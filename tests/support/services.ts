// Throwaway PostgreSQL and Redis servers for the tests and benchmarks: Debian's binaries, a data
// folder under the temp dir, a free loopback port, no persistence worth keeping. Each is stopped by
// its own PID and its folder removed. PostgreSQL refuses to run as root, so as root the cluster
// belongs to Debian's `postgres` user (Node sets the uid/gid of the child itself).
import { spawn, spawnSync, type ChildProcess } from 'node:child_process'
import { chownSync, existsSync, mkdtempSync, readdirSync, readFileSync, rmSync } from 'node:fs'
import { tmpdir } from 'node:os'
import { join } from 'node:path'
import pg from 'pg'
import { inject } from 'vitest'
import { freePort } from './ports'

/**
 * The project's shared services, provided by the postgres project's global setup: the cluster on
 * which each server gets a database of its own, and the Redis its nodes share. Outside a test
 * worker (the global setup itself) pass them explicitly.
 */
export interface TestServices {
  postgres?: string
  redis?: string
}

export function projectServices(): TestServices {
  try {
    return { postgres: inject('testPostgres') || undefined, redis: inject('testRedis') || undefined }
  }
  catch {
    // Not in a test worker.
    return {}
  }
}

export interface RunningService {
  url: string
  pid: number
  stop: () => Promise<void>
}

/** Debian installs each PostgreSQL major under /usr/lib/postgresql/N/bin; take the newest. */
export function postgresBinDir(): string {
  const root = '/usr/lib/postgresql'
  const majors = existsSync(root) ? readdirSync(root).filter(v => /^\d+$/.test(v)).sort((a, b) => Number(b) - Number(a)) : []
  const found = majors.map(v => join(root, v, 'bin')).find(dir => existsSync(join(dir, 'initdb')))
  if (!found) throw new Error('PostgreSQL server binaries not found under /usr/lib/postgresql (bash scripts/ensure-system-deps.sh installs them)')
  return found
}

/** uid/gid of a system user from /etc/passwd (no extra dependency for one lookup). */
function userIds(name: string): { uid: number, gid: number } {
  const line = readFileSync('/etc/passwd', 'utf8').split('\n').find(l => l.startsWith(`${name}:`))
  if (!line) throw new Error(`no system user ${name}`)
  const [, , uid, gid] = line.split(':')
  return { uid: Number(uid), gid: Number(gid) }
}

function collect(child: ChildProcess): () => string {
  let log = ''
  child.stdout?.on('data', (d) => { log += d })
  child.stderr?.on('data', (d) => { log += d })
  return () => log
}

function stopper(child: ChildProcess, signal: NodeJS.Signals, folder: string): () => Promise<void> {
  return () => new Promise<void>((ok) => {
    const done = () => {
      rmSync(folder, { recursive: true, force: true })
      ok()
    }
    if (child.exitCode !== null || child.signalCode !== null) return done()
    const timer = setTimeout(() => child.kill('SIGKILL'), 10_000)
    child.once('exit', () => {
      clearTimeout(timer)
      done()
    })
    child.kill(signal)
  })
}

async function waitFor(check: () => Promise<boolean>, child: ChildProcess, log: () => string, what: string) {
  const deadline = Date.now() + 30_000
  for (;;) {
    if (child.exitCode !== null) throw new Error(`${what} exited early (${child.exitCode}):\n${log()}`)
    if (await check().catch(() => false)) return
    if (Date.now() > deadline) {
      child.kill('SIGKILL')
      throw new Error(`${what} did not start within 30 s:\n${log()}`)
    }
    await new Promise(r => setTimeout(r, 100))
  }
}

/**
 * A PostgreSQL cluster in a temp folder, trust auth on 127.0.0.1 only, superuser `gammaboard`.
 * The url names the `postgres` maintenance database; createDatabase() makes one per server.
 */
export async function startPostgres(): Promise<RunningService> {
  const bin = postgresBinDir()
  const folder = mkdtempSync(join(tmpdir(), 'gammaboard-pg-'))
  const ids = process.getuid?.() === 0 ? userIds('postgres') : undefined
  if (ids) chownSync(folder, ids.uid, ids.gid)
  const asOwner = { ...(ids ?? {}), env: { PATH: process.env.PATH, LANG: 'C.UTF-8', HOME: folder } }
  const data = join(folder, 'data')
  const init = spawnSync(join(bin, 'initdb'), ['-D', data, '-U', 'gammaboard', '--auth=trust', '-E', 'UTF8', '--no-sync'], { ...asOwner, encoding: 'utf8' })
  if (init.status !== 0) throw new Error(`initdb failed (${init.status}): ${init.stderr || init.error}`)
  const port = await freePort()
  // Throwaway data: durability settings off for speed (a crash of this server loses the test run only).
  const child = spawn(join(bin, 'postgres'), [
    '-D', data, '-p', String(port), '-k', folder, '-c', 'listen_addresses=127.0.0.1',
    '-c', 'fsync=off', '-c', 'synchronous_commit=off', '-c', 'full_page_writes=off', '-c', 'max_connections=200',
  ], { ...asOwner, stdio: ['ignore', 'pipe', 'pipe'] })
  const log = collect(child)
  const url = `postgres://gammaboard@127.0.0.1:${port}/postgres`
  await waitFor(async () => {
    const client = new pg.Client({ connectionString: url })
    await client.connect()
    await client.end()
    return true
  }, child, log, 'postgres')
  // SIGINT is PostgreSQL's fast shutdown: open sessions are ended, no wait for clients.
  return { url, pid: child.pid!, stop: stopper(child, 'SIGINT', folder) }
}

let databaseCount = 0

/** A new empty database on the cluster at `serverUrl`; returns its URL. */
export async function createDatabase(serverUrl: string, prefix = 'gb'): Promise<string> {
  const name = `${prefix}_${process.pid}_${++databaseCount}_${Date.now().toString(36)}`
  const client = new pg.Client({ connectionString: serverUrl })
  await client.connect()
  try {
    await client.query(`CREATE DATABASE ${name}`)
  }
  finally {
    await client.end()
  }
  const url = new URL(serverUrl)
  url.pathname = `/${name}`
  return url.toString()
}

/** A Redis server on a loopback port that keeps nothing on disk. */
export async function startRedis(): Promise<RunningService> {
  const folder = mkdtempSync(join(tmpdir(), 'gammaboard-redis-'))
  const port = await freePort()
  const child = spawn('redis-server', [
    '--port', String(port), '--bind', '127.0.0.1', '--save', '', '--appendonly', 'no', '--dir', folder,
    '--protected-mode', 'yes', '--loglevel', 'warning',
  ], { stdio: ['ignore', 'pipe', 'pipe'] })
  const log = collect(child)
  const url = `redis://127.0.0.1:${port}`
  await waitFor(async () => {
    const probe = spawnSync('redis-cli', ['-p', String(port), 'ping'], { encoding: 'utf8' })
    return probe.stdout.trim() === 'PONG'
  }, child, log, 'redis-server')
  return { url, pid: child.pid!, stop: stopper(child, 'SIGTERM', folder) }
}

/** A new database for one server: PostgreSQL in the postgres project, else a temp SQLite file. */
export async function freshDatabase(services = projectServices()): Promise<string> {
  if (services.postgres) return createDatabase(services.postgres)
  return join(mkdtempSync(join(tmpdir(), 'gammaboard-test-')), 'test.sqlite')
}

export const isPostgresUrl = (database: string) => /^postgres(ql)?:\/\//.test(database)

/** The server's environment for a database (a SQLite file or a postgres:// URL). */
export function databaseEnv(database: string): Record<string, string> {
  return isPostgresUrl(database)
    ? { GAMMABOARD_DATABASE_URL: database }
    : { GAMMABOARD_DB: database, GAMMABOARD_DATABASE_URL: '' }
}

/**
 * With the project's Redis, nodes on the same database form one group: the key prefix is taken
 * from the database, so the servers of other test files on the same Redis never hear them.
 */
export function redisEnv(database: string, redis = projectServices().redis): Record<string, string> {
  if (!redis) return { GAMMABOARD_REDIS_URL: '' }
  const name = isPostgresUrl(database) ? new URL(database).pathname.slice(1) : database.replace(/[^A-Za-z0-9]+/g, '_')
  return { GAMMABOARD_REDIS_URL: redis, GAMMABOARD_REDIS_PREFIX: `gb:${name}:` }
}

declare module 'vitest' {
  export interface ProvidedContext {
    /** postgres:// URL of the project's cluster ('' in the SQLite project). */
    testPostgres: string
    /** redis:// URL of the project's Redis ('' in the SQLite project). */
    testRedis: string
  }
}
---+---
Retype exactly the lines of the data above, starting at its first line and finishing with the line that has "export interface TestServices" in it.

• FINAL ANSWER:
filename tests/support/services.ts
// Throwaway PostgreSQL and Redis servers for the tests and benchmarks: Debian's binaries, a data
// folder under the temp dir, a free loopback port, no persistence worth keeping. Each is stopped by
// its own PID and its folder removed. PostgreSQL refuses to run as root, so as root the cluster
// belongs to Debian's `postgres` user (Node sets the uid/gid of the child itself).
import { spawn, spawnSync, type ChildProcess } from 'node:child_process'
import { chownSync, existsSync, mkdtempSync, readdirSync, readFileSync, rmSync } from 'node:fs'
import { tmpdir } from 'node:os'
import { join } from 'node:path'
import pg from 'pg'
import { inject } from 'vitest'
import { freePort } from './ports'

/**
 * The project's shared services, provided by the postgres project's global setup: the cluster on
 * which each server gets a database of its own, and the Redis its nodes share. Outside a test
 * worker (the global setup itself) pass them explicitly.
 */
export interface TestServices {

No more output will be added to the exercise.